OPEC+ Likely to Stick to Output Cuts Despite Banking Crisis, Falling Oil Prices


(MENAFN) Despite a banking crisis that sent crude prices plunging, the Organization of the Petroleum Exporting Countries (OPEC) and allies, known as OPEC+, are likely to stick to their deal on output cuts of 2 million barrels per day until the end of the year, according to three delegates from the producer group who spoke to Reuters. The banking crisis resulted in the collapse of two US lenders and the rescue of Credit Suisse by Switzerland's biggest bank UBS, causing oil prices to hit 15-month lows. Brent crude was trading around $75 a barrel on Wednesday morning.

Last October, OPEC+ agreed to steep output cuts of 2 million bpd from November until the end of 2023, despite major consumers calling for increases in production. This decision helped push Brent close to $100 a barrel, but prices have come under pressure since then as rising interest rates to combat high inflation threaten to stymie oil demand growth.

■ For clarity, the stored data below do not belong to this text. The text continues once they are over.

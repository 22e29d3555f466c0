/**
 * The equation P2 y'' + P1 y' + P0 y = 0 with exact rational polynomial coefficients, its
 * singular points (complex roots of the reduced P2, enclosed in disks that each provably hold
 * exactly one root), their Fuchs classification, the guaranteed radius of convergence, and
 * the family catalog (one family per file in {@code ode.family}).
 *
 * <p>Invariant: classifications are exact (polynomial gcds); every root disk and every radius
 * returned is rigorous (a radius is a lower bound).
 */
package dev.odetab.ode;
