package dev.odetab.ode;

import java.math.BigDecimal;
import java.math.MathContext;
import java.math.RoundingMode;

/**
 * One singular point of P2 y'' + P1 y' + P0 y = 0: a root of the reduced P2.
 *
 * <p>Trust level: Rigorous (see {@link SingularPoints#of(Equation)}): {@code location}
 * contains this root and no other root of P2; {@code exact}, when not null, is the root
 * itself, verified by exact evaluation; {@code multiplicity} and {@code kind} are decided in
 * exact rational polynomial arithmetic; {@code real} is true exactly when the root is real
 * (proven both ways).
 *
 * @param location     isolating disk of the root
 * @param exact        the root in exact notation ({@code "1"}, {@code "-2i"},
 *                     {@code "-1/2 + 3i"}), or null when it was not recognised as a Gaussian
 *                     rational
 * @param multiplicity multiplicity as a root of the reduced P2
 * @param kind         Fuchs classification (DLMF 2.7(i), 2.7(ii))
 * @param real         true when the root is proven real, false when it is proven non-real
 */
public record SingularPoint(ComplexEnclosure location, String exact, int multiplicity, Kind kind, boolean real) {
    /** Fuchs: regular when P1/P2 has at most a simple and P0/P2 at most a double pole (DLMF 2.7(i)). */
    public enum Kind {
        REGULAR, IRREGULAR
    }

    private static final MathContext SHOWN = new MathContext(20, RoundingMode.HALF_EVEN);

    /** E.g. {@code x = 2i (regular, simple root of P2)}; an inexact root shows its center to 20 digits after {@code x ≈}. */
    @Override
    public String toString() {
        String where;
        if (exact != null) {
            where = "x = " + exact;
        } else {
            String re = location.re().round(SHOWN).toString();
            where = "x ≈ " + re;
            if (!real) {
                BigDecimal im = location.im().round(SHOWN);
                where += (im.signum() < 0 ? " - " : " + ") + im.abs() + "i";
            }
        }
        String root = switch (multiplicity) {
            case 1 -> "simple root";
            case 2 -> "double root";
            case 3 -> "triple root";
            default -> "root of multiplicity " + multiplicity;
        };
        return where + " (" + kind.name().toLowerCase(java.util.Locale.ROOT) + ", " + root + " of P2)";
    }
}
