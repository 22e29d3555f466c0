package dev.odetab.ode;

import dev.odetab.expr.ConstExpr;
import dev.odetab.numeric.Rational;
import java.util.Map;

/**
 * A function = an equation + a normalization: the solution of {@code equation} with
 * y(at) = value and y'(at) = slope.
 *
 * @param name how users call it ({@code airy-ai}, {@code demo.toml#ai})
 * @param equation the equation, with exact rational polynomial coefficients
 * @param at an ordinary point of the equation, exact
 * @param value the exact expression of y(at)
 * @param slope the exact expression of y'(at)
 * @param parameters the parameter values it was built from (empty for spec functions)
 * @param source where the equation and the normalization come from (DLMF numbers)
 */
public record FunctionDef(String name, Equation equation, Rational at, ConstExpr value, ConstExpr slope,
        Map<String, Rational> parameters, String source) {
    public FunctionDef {
        parameters = Map.copyOf(parameters);
    }
}
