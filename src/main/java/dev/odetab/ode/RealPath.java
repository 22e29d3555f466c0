package dev.odetab.ode;

import dev.odetab.expr.Poly;
import dev.odetab.numeric.Rational;
import java.math.BigInteger;
import java.math.MathContext;

/**
 * Segments of the real line and the singular points on them: a walk of analytic continuation
 * (docs/methods.md §4) may not cross or end on a real root of P2.
 *
 * <p>Derivation: docs/methods.md §12 (singular points).
 */
public final class RealPath {
    private RealPath() {
    }

    /**
     * Exact: throws when a real root of the reduced P2 lies on the closed segment between the
     * two points (Sturm counts); names the root.
     *
     * @param reduced {@code original.reduced()}
     * @throws SingularCrossingException when such a root exists
     */
    public static void checkPath(Equation reduced, Equation original, Rational from, Rational to) {
        Poly p2 = reduced.p2();
        Rational lo = from.min(to);
        Rational hi = from.max(to);
        if (p2.countRealRoots(lo, hi) == 0) {
            return;
        }
        // Isolate the root nearest to `from` by bisection with exact Sturm counts.
        Rational a = lo;
        Rational b = hi;
        boolean towardLow = from.equals(lo);
        for (int i = 0; i < 64; i++) {
            Rational m = a.add(b).divide(Rational.TWO);
            Rational na = towardLow ? a : m;
            Rational nb = towardLow ? m : b;
            if (p2.countRealRoots(na, nb) > 0) {
                a = na;
                b = nb;
            } else {
                a = towardLow ? m : a;
                b = towardLow ? b : m;
            }
        }
        String where = describeRoot(p2, a, b);
        throw new SingularCrossingException("x = " + where + " is a singular point of " + original
                + " and lies between " + from.toDecimalOrFraction() + " and " + to.toDecimalOrFraction()
                + "; a solution cannot be continued through it");
    }

    private static String describeRoot(Poly p2, Rational a, Rational b) {
        Rational guess = a.add(b).divide(Rational.TWO);
        for (int den = 1; den <= 1000; den++) {
            Rational near = Rational.of(guess.multiply(Rational.of(den)).add(Rational.of(1, 2)).floor(), BigInteger.valueOf(den));
            if (near.compareTo(a) >= 0 && near.compareTo(b) <= 0 && p2.evaluate(near).isZero()) {
                return near.toDecimalOrFraction();
            }
        }
        return guess.toBigDecimal(new MathContext(12)).toPlainString() + " (approximately)";
    }
}
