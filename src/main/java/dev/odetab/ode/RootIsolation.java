package dev.odetab.ode;

import dev.odetab.expr.Poly;
import dev.odetab.numeric.Ball;
import dev.odetab.numeric.ComplexBall;
import dev.odetab.numeric.Directed;
import dev.odetab.numeric.Precision;
import dev.odetab.numeric.Rational;
import java.math.BigDecimal;
import java.math.BigInteger;
import java.math.MathContext;
import java.math.RoundingMode;
import java.util.ArrayList;
import java.util.List;
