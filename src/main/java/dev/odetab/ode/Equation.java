package dev.odetab.ode;

import dev.odetab.expr.ParsedEquation;
import dev.odetab.expr.Poly;
import dev.odetab.numeric.Rational;

/**
 * The equation P2(x) y'' + P1(x) y' + P0(x) y = 0 with exact rational polynomial coefficients.
 *
 * <p>Trust level: Exact. The reduced form divides out the factors common to all three
 * coefficients (they do not change the solutions away from their roots) and scales P2 to be
 * monic; singular points are the roots of the reduced P2 (docs/methods.md §1, DLMF 2.7(i)).
 */
public record Equation(Poly p2, Poly p1, Poly p0) {
    public Equation {
        if (p2.isZero()) {
            throw new IllegalArgumentException("the coefficient of y'' is zero: not a second-order equation");
        }
    }

    /** The equation as parsed from text. */
    public static Equation of(ParsedEquation parsed) {
        return new Equation(parsed.p2(), parsed.p1(), parsed.p0());
    }

    /** Common factors removed, P2 monic. */
    public Equation reduced() {
        Poly g = p2.gcd(p1).gcd(p0);
        Poly a = p2.divideExact(g);
        Poly b = p1.divideExact(g);
        Poly c = p0.divideExact(g);
        Rational lead = a.leadingCoefficient().reciprocal();
        return new Equation(a.scale(lead), b.scale(lead), c.scale(lead));
    }

    /** True when P2 of the reduced equation does not vanish at x (exact test). */
    public boolean isOrdinary(Rational x) {
        return !reduced().p2.evaluate(x).isZero();
    }

    /** Ordinary notation, e.g. {@code (1 - x^2)*y'' - 2*x*y' + 20*y = 0}. */
    @Override
    public String toString() {
        StringBuilder sb = new StringBuilder();
        appendTerm(sb, p2, "y''");
        appendTerm(sb, p1, "y'");
        appendTerm(sb, p0, "y");
        return sb.append(" = 0").toString();
    }

    private static void appendTerm(StringBuilder sb, Poly p, String what) {
        if (p.isZero()) {
            return;
        }
        String text;
        boolean negative = false;
        if (p.isConstant()) {
            Rational k = p.coefficient(0);
            negative = k.signum() < 0;
            Rational a = k.abs();
            text = a.equals(Rational.ONE) ? what : (a.isInteger() ? a.toString() : "(" + a + ")") + "*" + what;
        } else {
            String ps = p.toString();
            boolean single = !ps.substring(1).contains(" + ") && !ps.substring(1).contains(" - ");
            if (single && ps.startsWith("-")) {
                negative = true;
                ps = ps.substring(1);
            }
            text = (single ? ps : "(" + ps + ")") + "*" + what;
        }
        if (sb.length() == 0) {
            sb.append(negative ? "-" : "").append(text);
        } else {
            sb.append(negative ? " - " : " + ").append(text);
        }
    }
}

Despite falling oil prices being a problem for most of the group's members due to their economies' heavy reliance on oil revenue, OPEC+ is still expected to stick to its output cut deal. Russian Deputy Prime Minister Alexander Novak confirmed on Tuesday that Moscow would continue with its 500,000-bpd production cut announced last month, lasting until the end of June.

The decision to maintain output cuts is likely due to concerns about the impact of high inflation on oil demand growth. While the banking crisis may have caused a temporary dip in oil prices, the longer-term threat to demand growth posed by inflation is a more significant concern for OPEC+. Falling oil prices could also lead to budget shortfalls for member countries, making output cuts a necessary measure to maintain revenue streams.

In conclusion, OPEC+ is likely to maintain its output cuts of 2 million bpd until the end of the year, despite the recent banking crisis and falling oil prices. The decision to stick to the output cut deal is likely driven by concerns about the impact of high inflation on oil demand growth, as well as the potential budget shortfalls that could result from falling oil prices. While the banking crisis may have caused a temporary dip in oil prices, the longer-term threat posed by inflation is a more significant concern for OPEC+.